● EXERCISE DIRECTIONS: From the entries that follow, copy exactly the lines beginning at the line holding "def pieces(t: np.ndarray)" and continuing through the line holding "def _root(t, y, i, lo, hi)".

(Stored items)
────────────────
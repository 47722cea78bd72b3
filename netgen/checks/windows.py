"""Windows and times on the solution's interpolant: when a condition holds, and when an extreme falls.

The transient reports its accepted steps. Between them the solution is read on a local cubic:
the cubic through the four reported points around an interval (Lagrange form, non-uniform
times), which is fourth-order accurate like the solution it interpolates. A condition's edge is
the root of that cubic inside the interval where the sampled margin changes sign (bracketed,
found by Brent's method); the time of a minimum or maximum is the zero of the cubic's derivative
next to the reported extreme. Corners, where a source jumps and the transient stores two points
at one time, cut the series into smooth pieces, and no cubic reaches across one.

A window is a stretch of time in which every comparison of a condition holds. Several windows
may open and close during a run; all are reported, and `lasts` judges the longest one (a run with
no window measures 0 s).
"""
from __future__ import annotations

from dataclasses import dataclass

import numpy as np


@dataclass
class Window:
    start: float
    end: float

    @property
    def duration(self) -> float:
        return self.end - self.start


def pieces(t: np.ndarray) -> list[tuple[int, int]]:
    """[i, j) index ranges of the smooth pieces: a repeated time (a corner) starts a new piece."""
    cuts = np.flatnonzero(np.diff(t) <= 0) + 1
    bounds = [0, *cuts.tolist(), len(t)]
    return [(a, b) for a, b in zip(bounds, bounds[1:]) if b > a]


def _stencil(i: int, lo: int, hi: int) -> range:
    """Four points around the interval [i, i+1] inside the piece [lo, hi) (fewer if it is short)."""
    n = min(4, hi - lo)
    first = min(max(i - 1, lo), hi - n)
    return range(first, first + n)


def _cubic(t: np.ndarray, y: np.ndarray, idx: range) -> np.poly1d:
    """The interpolating polynomial through the points idx, in the variable (time − t[idx[0]])."""
    tt = t[list(idx)] - t[idx[0]]
    return np.poly1d(np.polyfit(tt, y[list(idx)], len(idx) - 1))


def _root(t, y, i, lo, hi) -> float:
    """The time in [t_i, t_i+1] where the local cubic crosses zero (y changes sign there)."""
    idx = _stencil(i, lo, hi)
    p, t0 = _cubic(t, y, idx), t[idx[0]]
    a, b = t[i] - t0, t[i + 1] - t0
    fa, fb = p(a), p(b)
    if fa == 0:
        return t[i]
    if fb == 0 or np.sign(fa) == np.sign(fb):
        # Round-off in the fit: the samples themselves bracket the root; fall back to a line.
        return t[i] + (t[i + 1] - t[i]) * y[i] / (y[i] - y[i + 1])
    from scipy.optimize import brentq  # here: scipy.optimize is a third of a run's imports, and few runs need it

    return t0 + brentq(p, a, b, xtol=1e-15 * max(1.0, abs(t[i + 1])), rtol=1e-14)


def holds(t: np.ndarray, margin: np.ndarray) -> list[Window]:
    """The stretches where margin > 0, with their edges on the local cubic."""
    out: list[Window] = []
    for lo, hi in pieces(t):
        y = margin[lo:hi]
        inside = y > 0
        start = t[lo] if inside[0] else None
        for k in range(lo, hi - 1):
            a, b = margin[k] > 0, margin[k + 1] > 0
            if a == b:
                continue
            edge = _root(t, margin, k, lo, hi)
            if b:
                start = edge
            else:
                out.append(Window(start, edge))
                start = None
        if start is not None:
            out.append(Window(start, t[hi - 1]))
    return _join(out)


def _join(ws: list[Window]) -> list[Window]:
    """Windows that touch across a corner are one."""
    out: list[Window] = []
    for w in ws:
        if out and w.start <= out[-1].end:
            out[-1] = Window(out[-1].start, max(out[-1].end, w.end))
        else:
            out.append(w)
    return out


def intersect(a: list[Window], b: list[Window]) -> list[Window]:
    out, i, j = [], 0, 0
    while i < len(a) and j < len(b):
        s, e = max(a[i].start, b[j].start), min(a[i].end, b[j].end)
        if e > s:
            out.append(Window(s, e))
        if a[i].end < b[j].end:
            i += 1
        else:
            j += 1
    return out


def windows(t: np.ndarray, margins: list[np.ndarray]) -> list[Window]:
    """Where every margin is positive (each comparison of a condition as `margin > 0`)."""
    result = None
    for m in margins:
        w = holds(t, m)
        result = w if result is None else intersect(result, w)
    return [w for w in (result or []) if w.duration > 0]


def extreme(t: np.ndarray, y: np.ndarray, which: str, mask: np.ndarray | None = None) -> tuple[float, float]:
    """(time, value) of the minimum or maximum of y on the local cubic around the reported one."""
    sign = 1.0 if which == "min" else -1.0
    cand = np.flatnonzero(mask) if mask is not None else np.arange(len(t))
    if len(cand) == 0:
        return float("nan"), float("nan")
    k = int(cand[np.argmin(sign * y[cand])])
    best_t, best_v = float(t[k]), float(y[k])
    lo, hi = next((a, b) for a, b in pieces(t) if a <= k < b)
    for i in (k - 1, k):  # the intervals on either side of the reported extreme
        if i < lo or i + 1 >= hi or (mask is not None and not (mask[i] and mask[i + 1])):
            continue
        idx = _stencil(i, lo, hi)
        p, t0 = _cubic(t, y, idx), t[idx[0]]
        for r in p.deriv().roots:
            if abs(r.imag) > 1e-12 * max(1.0, abs(r.real)):
                continue
            tr = float(r.real) + t0
            if t[i] <= tr <= t[i + 1] and sign * p(tr - t0) < sign * best_v:
                best_t, best_v = tr, float(p(tr - t0))
    return best_t, best_v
────────────────
● WORKED SOLUTION:
def pieces(t: np.ndarray) -> list[tuple[int, int]]:
    """[i, j) index ranges of the smooth pieces: a repeated time (a corner) starts a new piece."""
    cuts = np.flatnonzero(np.diff(t) <= 0) + 1
    bounds = [0, *cuts.tolist(), len(t)]
    return [(a, b) for a, b in zip(bounds, bounds[1:]) if b > a]


def _stencil(i: int, lo: int, hi: int) -> range:
    """Four points around the interval [i, i+1] inside the piece [lo, hi) (fewer if it is short)."""
    n = min(4, hi - lo)
    first = min(max(i - 1, lo), hi - n)
    return range(first, first + n)


def _cubic(t: np.ndarray, y: np.ndarray, idx: range) -> np.poly1d:
    """The interpolating polynomial through the points idx, in the variable (time − t[idx[0]])."""
    tt = t[list(idx)] - t[idx[0]]
    return np.poly1d(np.polyfit(tt, y[list(idx)], len(idx) - 1))


def _root(t, y, i, lo, hi) -> float:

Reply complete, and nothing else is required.